* **Collected data entries**:
=-=-=
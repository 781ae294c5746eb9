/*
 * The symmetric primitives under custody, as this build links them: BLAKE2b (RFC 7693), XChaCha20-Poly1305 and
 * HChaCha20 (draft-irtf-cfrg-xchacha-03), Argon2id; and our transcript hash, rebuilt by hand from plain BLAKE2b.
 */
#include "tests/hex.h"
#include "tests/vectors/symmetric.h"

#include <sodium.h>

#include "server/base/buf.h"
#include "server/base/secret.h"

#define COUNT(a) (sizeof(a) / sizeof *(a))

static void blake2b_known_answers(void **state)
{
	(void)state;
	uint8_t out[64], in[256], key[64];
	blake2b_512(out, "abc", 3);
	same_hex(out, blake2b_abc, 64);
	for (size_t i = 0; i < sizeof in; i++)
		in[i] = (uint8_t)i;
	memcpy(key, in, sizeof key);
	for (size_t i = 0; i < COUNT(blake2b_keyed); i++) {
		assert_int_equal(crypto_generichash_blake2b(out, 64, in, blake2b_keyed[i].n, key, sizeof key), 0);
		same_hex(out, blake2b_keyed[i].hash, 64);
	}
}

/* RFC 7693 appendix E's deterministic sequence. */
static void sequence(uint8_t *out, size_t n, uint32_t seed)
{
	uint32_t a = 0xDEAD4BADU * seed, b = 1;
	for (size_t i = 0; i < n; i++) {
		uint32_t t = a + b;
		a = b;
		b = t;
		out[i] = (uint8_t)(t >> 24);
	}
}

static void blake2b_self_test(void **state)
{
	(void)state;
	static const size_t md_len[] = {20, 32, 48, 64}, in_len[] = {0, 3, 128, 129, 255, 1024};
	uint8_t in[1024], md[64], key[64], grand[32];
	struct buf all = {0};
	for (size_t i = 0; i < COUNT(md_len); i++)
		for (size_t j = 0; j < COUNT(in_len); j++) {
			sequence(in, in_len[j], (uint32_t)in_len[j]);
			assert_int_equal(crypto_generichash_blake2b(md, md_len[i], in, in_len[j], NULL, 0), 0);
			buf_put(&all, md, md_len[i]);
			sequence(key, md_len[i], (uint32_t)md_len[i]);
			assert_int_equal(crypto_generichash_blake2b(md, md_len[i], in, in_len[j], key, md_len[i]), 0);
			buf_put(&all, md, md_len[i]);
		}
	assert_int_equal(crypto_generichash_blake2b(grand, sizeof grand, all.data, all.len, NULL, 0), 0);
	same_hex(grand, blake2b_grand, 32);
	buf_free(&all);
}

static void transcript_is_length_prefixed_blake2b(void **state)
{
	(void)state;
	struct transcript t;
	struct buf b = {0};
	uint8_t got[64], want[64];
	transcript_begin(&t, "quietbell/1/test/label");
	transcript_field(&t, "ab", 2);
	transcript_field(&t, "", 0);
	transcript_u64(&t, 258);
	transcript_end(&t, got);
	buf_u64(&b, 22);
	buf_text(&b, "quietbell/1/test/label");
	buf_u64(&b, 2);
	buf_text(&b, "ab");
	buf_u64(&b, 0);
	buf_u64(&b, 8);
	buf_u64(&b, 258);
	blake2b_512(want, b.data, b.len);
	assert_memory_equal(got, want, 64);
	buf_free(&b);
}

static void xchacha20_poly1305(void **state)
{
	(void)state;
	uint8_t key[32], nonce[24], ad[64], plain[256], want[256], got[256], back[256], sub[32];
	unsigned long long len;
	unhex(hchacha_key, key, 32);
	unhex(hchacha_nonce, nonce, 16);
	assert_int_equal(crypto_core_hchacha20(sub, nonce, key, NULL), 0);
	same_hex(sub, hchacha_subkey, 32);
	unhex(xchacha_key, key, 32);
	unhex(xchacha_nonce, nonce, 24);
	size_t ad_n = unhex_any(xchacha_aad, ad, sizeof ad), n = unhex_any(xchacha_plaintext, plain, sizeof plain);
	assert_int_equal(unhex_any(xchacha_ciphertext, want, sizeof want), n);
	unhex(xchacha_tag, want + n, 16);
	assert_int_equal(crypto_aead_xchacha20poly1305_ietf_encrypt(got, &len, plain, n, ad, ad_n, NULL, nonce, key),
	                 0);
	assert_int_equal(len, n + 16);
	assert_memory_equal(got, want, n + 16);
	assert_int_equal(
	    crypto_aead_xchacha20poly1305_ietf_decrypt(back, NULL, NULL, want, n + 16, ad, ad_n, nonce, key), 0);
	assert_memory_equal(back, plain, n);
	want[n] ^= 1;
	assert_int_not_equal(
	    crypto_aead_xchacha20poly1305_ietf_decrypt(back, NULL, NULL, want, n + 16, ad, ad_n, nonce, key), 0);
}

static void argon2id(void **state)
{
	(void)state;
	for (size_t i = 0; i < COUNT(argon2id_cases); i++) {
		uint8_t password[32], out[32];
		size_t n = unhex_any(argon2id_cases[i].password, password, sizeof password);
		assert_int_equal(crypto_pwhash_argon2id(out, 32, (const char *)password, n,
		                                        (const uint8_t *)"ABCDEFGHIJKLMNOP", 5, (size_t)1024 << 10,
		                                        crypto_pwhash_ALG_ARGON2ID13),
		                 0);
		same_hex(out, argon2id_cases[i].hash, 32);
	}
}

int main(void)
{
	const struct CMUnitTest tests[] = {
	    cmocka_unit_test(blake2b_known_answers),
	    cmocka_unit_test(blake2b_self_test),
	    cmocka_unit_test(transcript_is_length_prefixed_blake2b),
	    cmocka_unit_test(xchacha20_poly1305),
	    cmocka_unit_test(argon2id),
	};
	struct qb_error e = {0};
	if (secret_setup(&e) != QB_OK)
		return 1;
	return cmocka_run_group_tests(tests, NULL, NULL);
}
=-=-=
* **Exercise aim**: Show every line above in which the word "sequence" is found.

* **Task response**:
/* RFC 7693 appendix E's deterministic sequence. */
static void sequence(uint8_t *out, size_t n, uint32_t seed)
			sequence(in, in_len[j], (uint32_t)in_len[j]);
			sequence(key, md_len[i], (uint32_t)md_len[i]);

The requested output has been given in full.